§ **What you will do**
Among these records, which lines include "creatinine"? Copy them out.

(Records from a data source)

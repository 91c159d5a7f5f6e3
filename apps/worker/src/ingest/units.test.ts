import { describe, expect, it } from 'vitest';
import { UnitConverter, normalizeUnit } from './units.ts';

// Expected factors are the textbook conversion factors used in every laboratory
// (common practice): glucose mmol/L = mg/dL ÷ 18.016 (molar mass 180.16 g/mol); creatinine
// µmol/L = mg/dL × 88.42 (113.12 g/mol). The converter itself is the NLM UCUM library.
describe('UnitConverter', () => {
  const units = new UnitConverter();

  it('when glucose is in mg/dL, then mmol/L = mg/dL ÷ 18.016 (textbook factor, common practice)', () => {
    const conversion = units.conversion('mg/dL', 'mmol/L', 180.16);
    if ('problem' in conversion) throw new Error(conversion.problem);
    expect(conversion.factor * 90 + conversion.offset).toBeCloseTo(90 / 18.016, 10);
    expect(conversion.offset).toBe(0);
  });

  it('when creatinine is in mg/dL, then µmol/L ≈ mg/dL × 88.42 (textbook factor, common practice; 0.05 % tolerance)', () => {
    const conversion = units.conversion('mg/dL', 'umol/L', 113.12);
    if ('problem' in conversion) throw new Error(conversion.problem);
    expect(Math.abs(conversion.factor / 88.42 - 1)).toBeLessThan(5e-4);
  });

  it('when units differ only by prefix, then no molar mass is needed (g/dL → g/L × 10)', () => {
    const conversion = units.conversion('g/dL', 'g/L', null);
    if ('problem' in conversion) throw new Error(conversion.problem);
    expect(conversion.factor).toBeCloseTo(10, 12);
  });

  it('when mass must become substance but the catalogue has no molar mass, then the problem says so', () => {
    const conversion = units.conversion('mg/dL', 'mmol/L', null);
    expect(conversion).toEqual({ problem: expect.stringMatching(/no molar mass/) });
  });

  it('when the dimensions cannot match, then the conversion is refused', () => {
    expect(units.conversion('U/L', 'mmol/L', 180.16)).toEqual({
      problem: expect.stringMatching(/cannot be converted/),
    });
  });

  it('when a unit is not UCUM, then it is named; micro signs are read as "u"', () => {
    expect(units.problemWithUnit('mmol/L')).toBeNull();
    expect(units.problemWithUnit('millimoles')).toMatch(/not a UCUM unit/);
    expect(normalizeUnit(' µmol/L ')).toBe('umol/L');
    expect(normalizeUnit('μmol/L')).toBe('umol/L');
  });
});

§ **Result of the exercise**
// (common practice): glucose mmol/L = mg/dL ÷ 18.016 (molar mass 180.16 g/mol); creatinine
  it('when creatinine is in mg/dL, then µmol/L ≈ mg/dL × 88.42 (textbook factor, common practice; 0.05 % tolerance)', () => {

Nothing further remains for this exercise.